Clinical management of Mycobacterium avium complex (MAC) infection is difficult, since it is frequently encountered in immunocompromised hosts, particularly AIDS patients, and MAC organisms are moderately to highly resistant to common anti-tuberculosis drugs such as isoniazid, ethambutol (EMB), pyrazinamide, and rifampin (RIF) (Inderlied et al., 1993). Although some drugs including clarithromycin (CLA), azithromycin, and rifabutin (RBT) are fairly effective in controlling MAC disseminated infection (Benson, 1997, Inderlied et al., 1993), treatment of pulmonary MAC infections is still difficult even with the use of multi-drug regimens containing these drugs (Benson, 1997, Inderlied et al., 1993, Tomioka, 2000). Although some new antimicrobial agents active against MAC, such as diarylquinoline, ketolides, pyrimidines, and pyrroles, are being developed (Tomioka et al., 2008), limited numbers of new drugs have been subjected to clinical studies for chemotherapy against MAC infections.
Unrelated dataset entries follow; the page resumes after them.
"""Pixels of the named environments of a recipe."""

from __future__ import annotations

from pathlib import Path

import numpy as np
from numpy.typing import NDArray

from kspipe.comparison.regions import parse_regions, pixels_inside
from kspipe.core.errors import Fault, InputError
from kspipe.matching import Grid
from kspipe.recipe import Recipe
from kspipe.recipe.environment import EnvironmentTable

__all__ = ["environment_area", "environment_areas"]

Array = NDArray[np.float64]
Mask = NDArray[np.bool_]


def environment_area(
    name: str, environment: EnvironmentTable, radius_kpc: Array, grid: Grid
) -> Mask:
    """Pixels between two radii, or in the regions of a file.

    Raises
    ------
    InputError
        If the file cannot be read.
    """
    radii = environment.radii_kpc
    if radii is not None:
        return np.asarray((radius_kpc >= radii[0]) & (radius_kpc < radii[1]))
    path = Path(environment.where)
    try:
        text = path.read_text(encoding="utf-8")
    except (OSError, UnicodeDecodeError) as error:
        where = f"comparison.environments.{name}"
        raise InputError(Fault(where, f"{path} cannot be read ({error})")) from None
    return pixels_inside(parse_regions(text, str(path)), *grid.sky())


def environment_areas(recipe: Recipe, radius_kpc: Array, grid: Grid) -> dict[str, Mask]:
    """Pixels of every environment, by name."""
    return {
        name: environment_area(name, environment, radius_kpc, grid)
        for name, environment in recipe.comparison.environments.items()
    }
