"""From matched maps to everything that is known of each pixel."""

from __future__ import annotations

import math
from collections.abc import Mapping
from dataclasses import dataclass

import numpy as np
from numpy.typing import NDArray

from kspipe.conversions import (
    NITROGEN,
    Field,
    Parameters,
    Surface,
    bend_errors,
    carry_noise,
    convert,
    parameter_shifts,
)
from kspipe.core.tracers import CO_LINES
from kspipe.kernels.diffuse import smooth_part
from kspipe.maps.header import pixel_jacobian
from kspipe.maps.skymap import Flag, NoiseTerm, SkyMap
from kspipe.matching import Grid
from kspipe.recipe import Recipe
from kspipe.recipe.map_table import Filter
from kspipe.recipe.quantity import Measured
from kspipe.recipe.varying import ByRegion, OnMap, Profile
from kspipe.stages.metallicity import metallicity_of
from kspipe.stages.place import Place, spread
from kspipe.stages.plan import choices_of

__all__ = ["Disc", "fields_of", "parameters_of", "surfaces_of", "used_maps"]

Array = NDArray[np.float64]


@dataclass(frozen=True)
class Disc:
    """The galaxy on the common grid.

    Attributes
    ----------
    surfaces : dict of str to Surface
        ``sigma_atom sigma_gas sigma_sfr`` and, with CO, ``sigma_mol f_mol t_dep``.
    coverage : dict of str to (ny, nx) float64 array
        By product: least coverage of the maps that it needs.
    flags : (ny, nx) int32 array
    oh : (ny, nx) float64 array
        12 + log10(O/H).
    radius_kpc : (ny, nx) float64 array
        In the disc.
    intensity : dict of str to SkyMap
        Matched maps by tracer.
    shifts : dict of str to list of (ny, nx) float64 array
        By product: its change for 1 sigma of each typed number that pixels share.
    fields : dict of str to Field
        Quantities of the recipe that may vary, by their names in `Parameters`.
    drawn : dict of str to int
        By product: pixels whose random error is that of draws, not of first order.
    for_relations : dict of str to Field
        Quantities that only relations take, in the recipe's units.
    """

    surfaces: dict[str, Surface]
    coverage: dict[str, Array]
    flags: NDArray[np.int32]
    oh: Array
    radius_kpc: Array
    intensity: dict[str, SkyMap]
    shifts: dict[str, list[Array]]
    fields: dict[str, Field]
    drawn: dict[str, int]
    for_relations: dict[str, Field]


def surfaces_of(recipe: Recipe, matched: dict[str, SkyMap], grid: Grid) -> Disc:
    """Convert matched maps by the recipe's records.

    Parameters
    ----------
    recipe : Recipe
    matched : dict of str to SkyMap
        By the recipe's names.
    grid : Grid

    Returns
    -------
    Disc
    """
    place = Place.of(recipe, grid)
    fields = fields_of(recipe, place)
    used = used_maps(recipe, matched)
    intensity = {tracer: sky.value for tracer, sky in used.items()}
    choices, parameters = choices_of(recipe), parameters_of(recipe, fields)
    converted = convert(intensity, choices, parameters)
    shifts = parameter_shifts(converted, intensity, choices, parameters, fields)
    noise = {tracer: sky.noise for tracer, sky in used.items()}
    beam = next(iter(used.values())).beam_arcsec2
    noise |= {
        name: (NoiseTerm(f"parameter {name}", np.broadcast_to(field.random, grid.shape), beam),)
        for name, field in fields.items()
        if field.random is not None
    }
    straight = carry_noise(shifts.converted, noise)
    surfaces = bend_errors(straight, converted, intensity, noise, choices, parameters)
    drawn = {
        name: int(np.sum(np.nan_to_num(surface.error) != np.nan_to_num(straight[name].error)))
        for name, surface in surfaces.items()
        if surface is not straight[name]
    }
    coverage = {
        name: np.min([used[t].coverage for t in surface.slopes if t in used], axis=0)
        for name, surface in surfaces.items()
    }
    outside = [f.outside for f in fields.values() if f.outside is not None]
    told = dict(converted.flags)
    told["outside_range"] = np.logical_or.reduce(
        np.broadcast_arrays(np.zeros(grid.shape, bool), *outside, told.get("outside_range", False))
    )
    flags = _flags(recipe, surfaces, list(used.values()), told)
    return Disc(
        surfaces=surfaces,
        coverage=coverage,
        flags=flags,
        oh=fields["oh"].value,
        radius_kpc=place.radius_kpc,
        intensity=used,
        shifts=shifts.common,
        fields=fields,
        drawn=drawn,
        for_relations=relation_fields(recipe, place),
    )


def used_maps(recipe: Recipe, matched: dict[str, SkyMap]) -> dict[str, SkyMap]:
    """Maps that a surface density is made of, by tracer."""
    wanted = {*recipe.star_formation.maps, *({recipe.stars.map} if recipe.stars else ())}
    gas = {"HI", "Sigma_HI", "Sigma_star"}
    if recipe.has_molecular:
        of_dust = not isinstance(recipe.gas, str) and recipe.gas.gas_to_dust is not None
        gas |= {"Sigma_dust"} if of_dust else {*CO_LINES, "Sigma_mol"}
    return {
        sky.tracer: _without_diffuse(sky, recipe)
        for name, sky in matched.items()
        if sky.tracer in gas or name in wanted
    }


def _without_diffuse(sky: SkyMap, recipe: Recipe) -> SkyMap:
    """Take off what is smoother than a stated length, where the recipe says so."""
    stated = recipe.maps[sky.name].diffuse
    if not isinstance(stated, Filter) or sky.name not in recipe.star_formation.maps:
        return sky
    ny, nx = sky.value.shape
    pixel_arcsec = math.sqrt(abs(float(np.linalg.det(pixel_jacobian(sky.wcs, nx / 2, ny / 2)))))
    fwhm_pix = stated.kpc * 1e3 / recipe.galaxy.pc_per_arcsec / pixel_arcsec
    smooth = smooth_part(sky.value, sky.error, fwhm_pix)
    share = float(np.nansum(smooth) / np.nansum(sky.value))
    step = f"diffuse emission taken off: smoother than {stated}, {share:.3g} of the flux"
    return sky.with_step(step, value=sky.value - smooth)


def fields_of(recipe: Recipe, place: Place) -> dict[str, Field]:
    """Quantities of a recipe that may vary over the disc, by their names in `Parameters`."""
    gas = None if isinstance(recipe.gas, str) else recipe.gas
    typed: dict[str, tuple[str, object]] = {
        "ebv": ("foreground.ebv", recipe.foreground.ebv),
        "alpha_co": ("gas.alpha_co", gas and gas.alpha_co),
        "line_ratio": ("gas.line_ratio", gas and gas.line_ratio),
        "hi_opacity": ("gas.hi_opacity", gas and gas.hi_opacity),
        "ms_offset_dex": ("gas.ms_offset", gas and gas.ms_offset),
        "g0_over_n": ("gas.g0_over_n", gas and gas.g0_over_n),
        "mass_to_light": ("stars.mass_to_light", recipe.stars and recipe.stars.mass_to_light),
    }
    for name in recipe.star_formation.maps:
        table = recipe.maps[name]
        where = f"maps.{name}"
        mine = {
            "nii_ratio": (f"{where}.nii_ratio", table.nii_ratio),
            "as_24um": (f"{where}.as_24um", table.as_24um),
            "thermal_fraction": (f"{where}.thermal_fraction", table.thermal_fraction),
            f"diffuse.{table.tracer}": (f"{where}.diffuse", table.diffuse),
        }
        if table.nii_relation is not None and recipe.galaxy.m_b is not None:
            ratio = NITROGEN.get(table.nii_relation)(recipe.galaxy.m_b.value)
            mine["nii_ratio"] = (where, Measured(ratio, 0.0, f"{ratio:.5g}"))
        typed |= {key: entry for key, entry in mine.items() if entry[1] is not None}
    fields = {
        name: spread(quantity, place, where)
        for name, (where, quantity) in typed.items()
        if isinstance(quantity, Measured | OnMap | Profile | ByRegion)
    }
    return {"oh": metallicity_of(recipe, place), **fields}


def relation_fields(recipe: Recipe, place: Place) -> dict[str, Field]:
    """Quantities that only relations take, by the names of their inputs, in the recipe's units."""
    table = recipe.radiation_field
    if table is None or table.field is None:
        return {}
    return {"g0": spread(table.field, place, "radiation_field.field")}


def parameters_of(recipe: Recipe, fields: Mapping[str, Field]) -> Parameters:
    """The numbers of a recipe that are not records."""
    parameters = Parameters(cos_i=recipe.galaxy.cos_i)
    for name, field in fields.items():
        parameters = parameters.changed(name, field.value)
    return parameters


def _flags(
    recipe: Recipe,
    surfaces: dict[str, Surface],
    maps: list[SkyMap],
    converted: dict[str, NDArray[np.bool_]],
) -> NDArray[np.int32]:
    """Bits that say what to beware of in a pixel."""
    gas, sfr = surfaces["sigma_gas"], surfaces["sigma_sfr"]
    limit = recipe.comparison.low_snr
    bits = {
        Flag.NONPOSITIVE_SFR: sfr.value <= 0,
        Flag.NONPOSITIVE_GAS: gas.value <= 0,
        Flag.LOW_SNR: (gas.value < limit * gas.error) | (sfr.value < limit * sfr.error),
        **{Flag[name.upper()]: where for name, where in converted.items()},
    }
    flags = np.bitwise_or.reduce([sky.flags for sky in maps]).astype(np.int32)
    for flag, where in bits.items():
        flags |= np.where(where, int(flag), 0).astype(np.int32)
    return np.asarray(flags)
Thus, at present, it appears that devising potent anti-MAC administration protocols based on the combination of ordinary antimycobacterial drugs with adjunctive agents is more practical than awaiting the development of new antimycobacterial drugs.

It is known that adenosine 5′-triphosphate (ATP) up-regulates macrophage antimycobacterial activity in a purinergic receptor X₇ (P2X₇)-dependent manner (Idzko et al., 2014, Lammas et al., 1997). The ATP/P2X₇-mediated activation of the antimicrobial functions of macrophages is associated with the up-regulation of phospholipase D, leading to the potentiation of phagosomal maturation, induction of apoptosis, and stimulation of intracellular translocation and concomitant activation of cytosolic phospholipase A₂ (Fairbairn et al., 2001, Kusner and Adams, 2000, Placido et al., 2006, Tomioka et al., 2005). In this context, we recently found that ATP inhibited the growth of various bacteria, such as Staphylococcus, Pseudomonas, and some mycobacteria including MAC and M. tuberculosis, without damaging bacterial surface structures, while Escherichia coli and Klebsiella pneumoniae were resistant to ATP's antimicrobial activity (Tatano et al., 2015). Using gene technology, we newly established an enterobactin-deficient (entB⁻) mutant from ATP-resistant K. pneumoniae, and observed the recovery of ATP susceptibility in the entB⁻ mutant. Since, in the case of K. pneumoniae, enterobactin plays a major role among K. pneumoniae's siderophores (enterobactin, aerobactin, and yersiniabactin) in the bacterial acquisition of Fe³⁺ ions (El Fertas-Aissani et al., 2013), this finding strongly indicates that ATP's antibacterial activity is attributable to its iron-chelating ability (Tatano et al., 2015). Notably, ATP exhibited significant combined effects with some antimicrobials against methicillin-resistant S. aureus and M. intracellulare, suggesting its usefulness as an adjunctive drug in chemotherapy against certain intractable infections (Tatano et al., 2015). These findings encouraged us to examine the detailed profiles of the potentiation of the antimicrobial activity of various anti-MAC drugs (AMDs) in combination with ATP. It was found that the anti-MAC activity of the three drug combinations consisting of two drugs, including CLA + RIF (CLA/RIF), CLA + RBT (CLA/RBT), and CLA + EMB (CLA/EMB), was markedly potentiated dependent on test MAC strains.